Work required » Lines to return, exactly: from the line with "def job_states(results: Path)" to the line with "trials = study.get_trials()" in the entries below, both included.

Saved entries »
---------------

"""What happens when…: a bad device, failing trials, a full disk, a torn journal.

Each scenario runs the real command line in this process (one worker, so that the faults can
be injected with monkeypatch) on the tiny sweep, and checks the exit code, the one-line
message, and that the study stays consistent: every job ends exactly once after a rerun.
"""

from __future__ import annotations

import errno
import shutil
import subprocess
import sys
from collections import Counter
from pathlib import Path

import pytest
from click.testing import CliRunner
from optuna.trial import TrialState

import kablate.train.checkpoint as checkpoint
import kablate.trials.journal as journal
import kablate.trials.worker as worker
from kablate.cli import main
from kablate.errors import EXIT_DISK_FULL, EXIT_OK, EXIT_TRIALS, EXIT_USAGE
from kablate.trials.queue import job_status, tagged_trials
from kablate.trials.store import JOURNAL, open_study

JOBS = 4  # the tiny sweep: 2 plans × 2 seeds


def kablate(*args: str):
    return CliRunner().invoke(main, list(args))


def run(sweep: Path, results: Path, *extra: str):
    return kablate("run", str(sweep), "--workers", "1", "--results", str(results), *extra)


def job_states(results: Path) -> Counter:
    study = open_study("tiny", results / "tiny", None, create=False)
    return Counter(job_status(trials)[0] for trials in tagged_trials(study).values())


def assert_each_job_completed_once(results: Path) -> None:
    study = open_study("tiny", results / "tiny", None, create=False)
    trials = study.get_trials()
    assert not [t for t in trials if t.state in (TrialState.RUNNING, TrialState.WAITING)]
    done = [t.user_attrs["job"] for t in trials if t.state == TrialState.COMPLETE]
    assert len(done) == len(set(done)) == JOBS


@pytest.mark.parametrize(
    ("device", "message"),
    [
        ("bogus", "--device must be cpu, or cuda"),
        ("meta", "'meta' cannot train a network"),
        pytest.param(
            "cuda",
            "torch sees no CUDA device",
            marks=pytest.mark.skipif(
                __import__("torch").cuda.is_available(), reason="this machine has CUDA"
            ),
        ),
    ],
)
def test_a_bad_device_exits_2_before_anything_starts(tiny_sweep, tmp_path, device, message):
    result = run(tiny_sweep, tmp_path / "results", "--device", device)
    assert result.exit_code == EXIT_USAGE
    assert message in result.output and "Traceback" not in result.output
    assert not (tmp_path / "results").exists()


def boom(*args, **kwargs):
    raise RuntimeError("boom at step 0")


@pytest.mark.slow
def test_failed_trials_exit_3_with_their_reasons_grouped_also_on_a_rerun(
    tiny_sweep, tmp_path, monkeypatch
):
    results = tmp_path / "results"
    monkeypatch.setattr(worker, "train_trial", boom)
    for _ in range(2):  # the rerun tries the failed trials again; it must not claim success
        result = run(tiny_sweep, results, "--no-report")
        assert result.exit_code == EXIT_TRIALS, result.output
        assert "error: 4 trials failed: 4 × RuntimeError: boom at step 0" in result.output
        assert "nothing new to train" not in result.output
    assert job_states(results) == {"failed": JOBS}


class DiskFills:
    """Let the first ``n_ok`` calls through, then fail every later one as on a full disk.
    With ``under``, only writes below that folder count and fail (the disk that fills); the
    calibration's scratch checkpoints in the temp folder go through."""

    def __init__(self, write, n_ok: int, under: Path | None = None) -> None:
        self.write, self.n_ok, self.n, self.under = write, n_ok, 0, under

    def __call__(self, path, *args, **kwargs):
        if self.under is not None and not Path(path).is_relative_to(self.under):
            return self.write(path, *args, **kwargs)
        self.n += 1
        if self.n > self.n_ok:
            raise OSError(errno.ENOSPC, "No space left on device", str(path))
        return self.write(path, *args, **kwargs)


@pytest.mark.slow
def test_a_full_disk_at_a_checkpoint_stops_the_run_and_puts_the_trial_back(
    tiny_sweep, tmp_path, monkeypatch
):
    results = tmp_path / "results"
    # The tiny recipe has 2 epochs: with a checkpoint after every epoch, the third checkpoint
    # is the second trial's first.
    fills = DiskFills(checkpoint.atomic_write, 2, under=results)
    monkeypatch.setattr(checkpoint, "atomic_write", fills)
    result = run(tiny_sweep, results, "--checkpoint-seconds", "0")
    assert result.exit_code == EXIT_DISK_FULL, result.output
    assert "checkpoint.pt: free space and rerun the same command" in result.output
    assert "Traceback" not in result.output and "report:" not in result.output
    assert job_states(results) == {"done": 1, "waiting": JOBS - 1}  # none failed
    monkeypatch.undo()
    again = run(tiny_sweep, results, "--no-report")
    assert again.exit_code == EXIT_OK, again.output
    assert "ran 3 trials" in again.output
    assert_each_job_completed_once(results)


@pytest.mark.slow
def test_a_full_disk_at_the_journal_stops_the_run_and_the_rerun_recovers(
    tiny_sweep, tmp_path, monkeypatch
):
    """Every append fails once the first trial's results are written: even putting the
    trial back cannot be recorded, so it stays RUNNING, and the next run requeues it."""
    results = tmp_path / "results"
    full = {"yes": False}

    def open_full(file, mode):
        fh = open(file, mode)  # noqa: SIM115 (the journal closes it)
        if "a" not in mode:
            return fh
        original = fh.write

        def write(data: bytes) -> int:
            full["yes"] = full["yes"] or b'"val_acc"' in data
            if full["yes"]:
                original(data[:10])  # a torn record, which the journal must take back
                raise OSError(errno.ENOSPC, "No space left on device")
            return original(data)

        fh.write = write
        return fh

    monkeypatch.setattr(journal, "open", open_full, raising=False)
    result = run(tiny_sweep, results, "--no-report")
    assert result.exit_code == EXIT_DISK_FULL, result.output
    assert f"disk full at {results / 'tiny' / JOURNAL}: free space and rerun" in result.output
    assert journal.scan_journal((results / "tiny" / JOURNAL).read_bytes()).clean
    assert job_states(results) == {"running": 1, "waiting": JOBS - 1}
    monkeypatch.undo()
    again = run(tiny_sweep, results, "--no-report")
    assert again.exit_code == EXIT_OK, again.output
    assert_each_job_completed_once(results)


@pytest.mark.slow
def test_a_torn_and_garbage_journal_is_repaired_and_the_sweep_finishes(tiny_sweep, tmp_path):
    results = tmp_path / "results"
    assert run(tiny_sweep, results, "--no-report").exit_code == EXIT_OK
    path = results / "tiny" / JOURNAL
    path.write_bytes(path.read_bytes()[:-40] + b"\xff\xfe garbage\n")
    damaged = path.read_bytes()

    status = kablate("status", str(results / "tiny"))
    assert status.exit_code == EXIT_OK, status.output
    assert "3/4 done, 1 running" in status.output
    report = kablate("report", str(results / "tiny"), "--no-erf")
    assert report.exit_code == EXIT_OK, report.output
    assert path.read_bytes() == damaged  # neither reader wrote to the journal

    again = run(tiny_sweep, results)
    assert again.exit_code == EXIT_OK, again.output
    assert "ran 1 trials" in again.output and "report:" in again.output
    assert_each_job_completed_once(results)
    assert list(path.parent.glob(JOURNAL + ".torn-*"))
    assert kablate("status", str(results / "tiny")).exit_code == EXIT_OK
    assert kablate("report", str(results / "tiny"), "--no-erf").exit_code == EXIT_OK


@pytest.fixture
def small_tmpfs(tmp_path):
    """A 2 MiB tmpfs (root only); skipped where mounting is not permitted."""
    where = tmp_path / "tmpfs"
    where.mkdir()
    if shutil.which("mount") is None:
        pytest.skip("no mount command")
    done = subprocess.run(
        ["mount", "-t", "tmpfs", "-o", "size=2m", "tmpfs", str(where)], capture_output=True
    )
    if done.returncode != 0:
        pytest.skip(f"cannot mount a tmpfs here: {done.stderr.decode().strip()}")
    yield where
    subprocess.run(["umount", "-l", str(where)], check=False)


@pytest.mark.slow
@pytest.mark.parametrize("workers", ["1", "2"])
def test_a_real_full_disk_stops_the_run_and_freeing_space_finishes_it(
    tiny_sweep, small_tmpfs, workers
):
    filler = small_tmpfs / "filler"
    free = shutil.disk_usage(small_tmpfs).free
    filler.write_bytes(b"\0" * (free - 150 * 1024))  # room for about one trial
    results = small_tmpfs / "results"
    cmd = [sys.executable, "-m", "kablate", "run", str(tiny_sweep), "--workers", workers]
    cmd += ["--results", str(results), "--no-report"]
    full = subprocess.run(cmd, capture_output=True, text=True, timeout=240)
    assert full.returncode == EXIT_DISK_FULL, full.stderr
    assert "free space and rerun the same command" in full.stderr
    assert "Traceback" not in full.stderr
    if (results / "tiny" / JOURNAL).is_file():
        assert "failed" not in job_states(results)
    filler.unlink()
    again = subprocess.run(cmd, capture_output=True, text=True, timeout=240)
    assert again.returncode == EXIT_OK, again.stderr
    assert_each_job_completed_once(results)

---------------

Written solution »
def job_states(results: Path) -> Counter:
    study = open_study("tiny", results / "tiny", None, create=False)
    return Counter(job_status(trials)[0] for trials in tagged_trials(study).values())


def assert_each_job_completed_once(results: Path) -> None:
    study = open_study("tiny", results / "tiny", None, create=False)
    trials = study.get_trials()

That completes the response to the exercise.